Your objective >> Restate verbatim the span of lines below between the line with "repository dfd5b9def695e55b" and the line with "return None, False", including those two lines, and only that span.

Study material >>
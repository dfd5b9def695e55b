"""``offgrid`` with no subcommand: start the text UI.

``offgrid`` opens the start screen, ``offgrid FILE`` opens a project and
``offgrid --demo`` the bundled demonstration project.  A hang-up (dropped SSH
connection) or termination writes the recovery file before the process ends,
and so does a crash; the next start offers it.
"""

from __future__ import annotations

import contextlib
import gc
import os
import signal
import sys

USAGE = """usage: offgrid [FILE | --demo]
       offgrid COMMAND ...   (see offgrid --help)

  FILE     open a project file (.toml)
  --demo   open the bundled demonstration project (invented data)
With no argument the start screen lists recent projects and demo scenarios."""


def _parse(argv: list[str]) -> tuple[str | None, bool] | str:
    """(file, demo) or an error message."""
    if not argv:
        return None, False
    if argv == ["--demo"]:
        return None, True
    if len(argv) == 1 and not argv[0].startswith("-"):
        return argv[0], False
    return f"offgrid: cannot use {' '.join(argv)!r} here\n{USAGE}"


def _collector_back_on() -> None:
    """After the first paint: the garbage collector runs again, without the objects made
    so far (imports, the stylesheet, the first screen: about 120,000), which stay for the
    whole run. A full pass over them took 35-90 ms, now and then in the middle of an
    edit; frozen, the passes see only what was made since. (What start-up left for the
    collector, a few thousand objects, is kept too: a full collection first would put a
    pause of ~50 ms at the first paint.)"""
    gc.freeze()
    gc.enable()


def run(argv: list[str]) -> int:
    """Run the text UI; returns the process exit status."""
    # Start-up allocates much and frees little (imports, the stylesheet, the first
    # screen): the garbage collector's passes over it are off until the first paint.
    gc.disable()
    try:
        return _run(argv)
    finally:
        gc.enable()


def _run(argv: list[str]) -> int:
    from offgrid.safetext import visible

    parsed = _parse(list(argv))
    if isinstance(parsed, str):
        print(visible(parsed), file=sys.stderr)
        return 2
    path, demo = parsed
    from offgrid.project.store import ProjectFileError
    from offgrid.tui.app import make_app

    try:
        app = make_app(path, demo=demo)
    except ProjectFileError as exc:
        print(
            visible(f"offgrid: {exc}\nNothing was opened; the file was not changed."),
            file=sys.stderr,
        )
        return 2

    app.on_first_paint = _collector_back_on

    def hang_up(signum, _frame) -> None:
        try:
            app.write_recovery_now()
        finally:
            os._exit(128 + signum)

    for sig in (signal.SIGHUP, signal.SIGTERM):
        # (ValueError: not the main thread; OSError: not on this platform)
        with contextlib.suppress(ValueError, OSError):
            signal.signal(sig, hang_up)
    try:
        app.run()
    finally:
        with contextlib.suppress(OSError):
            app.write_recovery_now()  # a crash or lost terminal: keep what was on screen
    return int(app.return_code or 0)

...

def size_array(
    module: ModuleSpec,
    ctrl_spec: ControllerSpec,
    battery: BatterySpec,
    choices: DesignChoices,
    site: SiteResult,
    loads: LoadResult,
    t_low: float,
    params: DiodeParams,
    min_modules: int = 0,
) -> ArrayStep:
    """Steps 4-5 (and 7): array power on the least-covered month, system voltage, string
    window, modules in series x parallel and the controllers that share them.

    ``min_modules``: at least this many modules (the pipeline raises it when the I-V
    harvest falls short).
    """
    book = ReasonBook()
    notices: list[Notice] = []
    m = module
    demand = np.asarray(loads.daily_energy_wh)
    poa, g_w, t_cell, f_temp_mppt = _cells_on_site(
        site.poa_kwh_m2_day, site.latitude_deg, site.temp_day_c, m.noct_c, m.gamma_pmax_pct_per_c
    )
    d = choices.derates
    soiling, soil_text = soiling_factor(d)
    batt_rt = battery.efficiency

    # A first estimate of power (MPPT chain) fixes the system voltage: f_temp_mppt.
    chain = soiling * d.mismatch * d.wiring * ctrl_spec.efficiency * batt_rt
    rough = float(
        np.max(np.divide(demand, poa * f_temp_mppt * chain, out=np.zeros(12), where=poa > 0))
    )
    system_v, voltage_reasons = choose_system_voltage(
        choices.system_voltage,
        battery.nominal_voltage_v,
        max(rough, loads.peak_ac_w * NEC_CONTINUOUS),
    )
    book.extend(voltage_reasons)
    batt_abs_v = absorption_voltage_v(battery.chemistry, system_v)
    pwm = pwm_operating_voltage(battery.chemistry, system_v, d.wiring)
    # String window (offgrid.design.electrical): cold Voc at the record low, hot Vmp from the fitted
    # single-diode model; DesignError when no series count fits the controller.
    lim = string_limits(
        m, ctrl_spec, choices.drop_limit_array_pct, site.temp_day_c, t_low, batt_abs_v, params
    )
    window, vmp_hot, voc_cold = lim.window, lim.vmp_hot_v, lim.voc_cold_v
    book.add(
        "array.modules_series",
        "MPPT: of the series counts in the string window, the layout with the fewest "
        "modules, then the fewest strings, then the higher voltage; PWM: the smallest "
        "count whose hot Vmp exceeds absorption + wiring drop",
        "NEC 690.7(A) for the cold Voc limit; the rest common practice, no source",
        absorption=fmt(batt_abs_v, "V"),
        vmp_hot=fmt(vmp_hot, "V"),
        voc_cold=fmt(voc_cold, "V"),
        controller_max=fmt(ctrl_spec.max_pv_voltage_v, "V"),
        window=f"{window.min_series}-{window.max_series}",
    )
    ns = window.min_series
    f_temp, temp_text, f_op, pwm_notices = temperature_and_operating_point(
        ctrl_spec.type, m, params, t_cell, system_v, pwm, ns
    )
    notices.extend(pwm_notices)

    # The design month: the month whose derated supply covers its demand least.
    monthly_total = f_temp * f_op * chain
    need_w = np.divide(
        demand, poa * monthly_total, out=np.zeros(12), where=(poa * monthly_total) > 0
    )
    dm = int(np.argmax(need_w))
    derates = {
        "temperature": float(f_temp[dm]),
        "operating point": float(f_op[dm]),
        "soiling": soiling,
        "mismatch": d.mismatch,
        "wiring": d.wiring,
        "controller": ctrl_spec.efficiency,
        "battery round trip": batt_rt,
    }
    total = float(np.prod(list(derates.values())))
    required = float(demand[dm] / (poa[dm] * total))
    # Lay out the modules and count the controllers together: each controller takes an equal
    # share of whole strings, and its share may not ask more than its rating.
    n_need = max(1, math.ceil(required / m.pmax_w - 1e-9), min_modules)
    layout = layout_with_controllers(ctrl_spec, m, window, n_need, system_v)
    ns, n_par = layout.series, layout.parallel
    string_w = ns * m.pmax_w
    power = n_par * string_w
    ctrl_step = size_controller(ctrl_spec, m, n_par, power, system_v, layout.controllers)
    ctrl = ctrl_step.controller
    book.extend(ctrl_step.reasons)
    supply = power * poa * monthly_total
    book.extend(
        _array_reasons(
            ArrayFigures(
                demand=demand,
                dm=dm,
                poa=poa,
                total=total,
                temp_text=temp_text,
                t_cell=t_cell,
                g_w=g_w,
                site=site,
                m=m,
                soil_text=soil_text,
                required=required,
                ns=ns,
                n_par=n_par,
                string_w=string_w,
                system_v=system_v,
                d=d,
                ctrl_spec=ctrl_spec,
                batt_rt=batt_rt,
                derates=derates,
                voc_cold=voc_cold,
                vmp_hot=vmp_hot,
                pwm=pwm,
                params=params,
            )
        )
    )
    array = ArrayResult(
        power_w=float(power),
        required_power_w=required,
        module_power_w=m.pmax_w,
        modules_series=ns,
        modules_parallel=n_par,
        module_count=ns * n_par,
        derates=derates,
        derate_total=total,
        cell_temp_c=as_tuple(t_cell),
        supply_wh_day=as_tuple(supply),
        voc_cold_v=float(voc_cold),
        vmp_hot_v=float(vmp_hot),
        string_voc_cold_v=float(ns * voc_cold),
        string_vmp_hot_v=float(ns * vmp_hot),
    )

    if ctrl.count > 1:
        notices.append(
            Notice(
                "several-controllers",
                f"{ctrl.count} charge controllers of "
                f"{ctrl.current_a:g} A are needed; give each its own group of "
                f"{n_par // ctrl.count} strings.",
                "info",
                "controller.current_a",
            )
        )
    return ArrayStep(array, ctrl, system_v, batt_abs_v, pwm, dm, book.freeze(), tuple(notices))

Exercise answer >>
repository dfd5b9def695e55b
"""``offgrid`` with no subcommand: start the text UI.

``offgrid`` opens the start screen, ``offgrid FILE`` opens a project and
``offgrid --demo`` the bundled demonstration project.  A hang-up (dropped SSH
connection) or termination writes the recovery file before the process ends,
and so does a crash; the next start offers it.
"""

from __future__ import annotations

import contextlib
import gc
import os
import signal
import sys

USAGE = """usage: offgrid [FILE | --demo]
       offgrid COMMAND ...   (see offgrid --help)

  FILE     open a project file (.toml)
  --demo   open the bundled demonstration project (invented data)
With no argument the start screen lists recent projects and demo scenarios."""


def _parse(argv: list[str]) -> tuple[str | None, bool] | str:
    """(file, demo) or an error message."""
    if not argv:
        return None, False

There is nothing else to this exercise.